Of the material below, the lines to be retyped are those from the line containing "and two flags." through the line containing "their zero-phase frequency.", inclusive; reproduce them exactly.

Segment Start: RECORD EXCERPTS

"""Harmonics are doubled until the frequency of a unit stands still, or a cap is reached."""

from __future__ import annotations

from collections.abc import Iterator
from dataclasses import dataclass

import numpy as np
from numpy.typing import NDArray

from yieldosc.settle.balance import Wave, balance, orders_up_to, samples_for
from yieldosc.settle.limiter import Limiter
from yieldosc.settle.transfer import Response

Array = NDArray[np.float64]
Mask = NDArray[np.bool_]
TOLERANCE = 20e-6
FIRST_COUNT = 3
LEAST_COUNT = 7  # below this two answers may agree by accident
MOST_ODD, MOST_ALL = 127, 63
CHUNK_NUMBERS = 250_000  # of the Jacobians of one chunk of units: they stay in the cache


@dataclass(frozen=True, slots=True)
class Refined:
    """Per unit: ln(ω/ω_1), the harmonics X_n at the limiter's input, the highest harmonic balanced, and two flags.

    A unit that does not converge keeps its last converged wave, and tries again with more harmonics from there.
    """

    shift: Array
    x: NDArray[np.complex128]  # (n, most + 1) by order, zero above `highest`
    highest: NDArray[np.int64]
    converged: Mask
    capped: Mask


def refine(
    limiter: Limiter,
    network: Response,
    excess: Array,
    skew: Array,
    *,
    even: bool,
    tolerance: float = TOLERANCE,
    most: int | None = None,
) -> Refined:
    """Balance n units whose excess gain is above 1; `network` is normalised to their zero-phase frequency.

    even: even harmonics arise; tolerance: relative move of the frequency on doubling; most: cap on the harmonics.
    """
    odd = not even
    cap = most or (MOST_ODD if odd else MOST_ALL)
    n = len(excess)
    level = limiter.first_amplitude(excess)
    out = Refined(
        np.zeros(n),
        np.zeros((n, cap + 1), dtype=np.complex128),
        np.ones(n, dtype=np.int64),
        np.zeros(n, dtype=bool),
        np.zeros(n, dtype=bool),
    )
    out.x[:, 1] = level
    rows = np.arange(n)
    for count in _counts(cap):
        orders = orders_up_to(count, odd=odd, mean=not limiter.mean_fixed)
        before = out.shift[rows].copy()
        _balanced(limiter, network, skew, rows, orders, samples_for(count, limiter, level[rows]), out)
        moved = np.abs(out.shift[rows] - before)
        still = out.converged[rows] & (moved <= tolerance) & (count > LEAST_COUNT)
        out.capped[rows] = ~still & (count >= cap)
        rows = rows[~still]
        if not rows.size:
            break
    return out


def _counts(cap: int) -> Iterator[int]:
    count = FIRST_COUNT
    while count < cap:
        yield count
        count = 2 * count + 1
    yield cap


def _balanced(
    limiter: Limiter,
    network: Response,
    skew: Array,
    rows: NDArray[np.intp],
    orders: NDArray[np.int64],
    points: NDArray[np.int64],
    out: Refined,
) -> None:
    """One refinement of some units, written into `out`; in chunks that keep the Jacobians small."""
    size = max(1, CHUNK_NUMBERS // (2 * len(orders)) ** 2)
    for count in np.unique(points):
        alike = rows[points == count]
        for begin in range(0, len(alike), size):
            part = alike[begin : begin + size]
            start = Wave(out.shift[part], out.x[part][:, orders], orders, out.converged[part])
            found = balance(limiter, network.take(part), start, skew[part], int(count))
            good = part[found.converged]
            out.shift[good] = found.shift[found.converged]
            out.x[good[:, None], orders[None, :]] = found.x[found.converged]
            out.highest[good] = orders[-1]
            out.converged[part] = found.converged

Segment End: RECORD EXCERPTS

**WRITTEN RESPONSE:**
    """Per unit: ln(ω/ω_1), the harmonics X_n at the limiter's input, the highest harmonic balanced, and two flags.

    A unit that does not converge keeps its last converged wave, and tries again with more harmonics from there.
    """

    shift: Array
    x: NDArray[np.complex128]  # (n, most + 1) by order, zero above `highest`
    highest: NDArray[np.int64]
    converged: Mask
    capped: Mask


def refine(
    limiter: Limiter,
    network: Response,
    excess: Array,
    skew: Array,
    *,
    even: bool,
    tolerance: float = TOLERANCE,
    most: int | None = None,
) -> Refined:
    """Balance n units whose excess gain is above 1; `network` is normalised to their zero-phase frequency.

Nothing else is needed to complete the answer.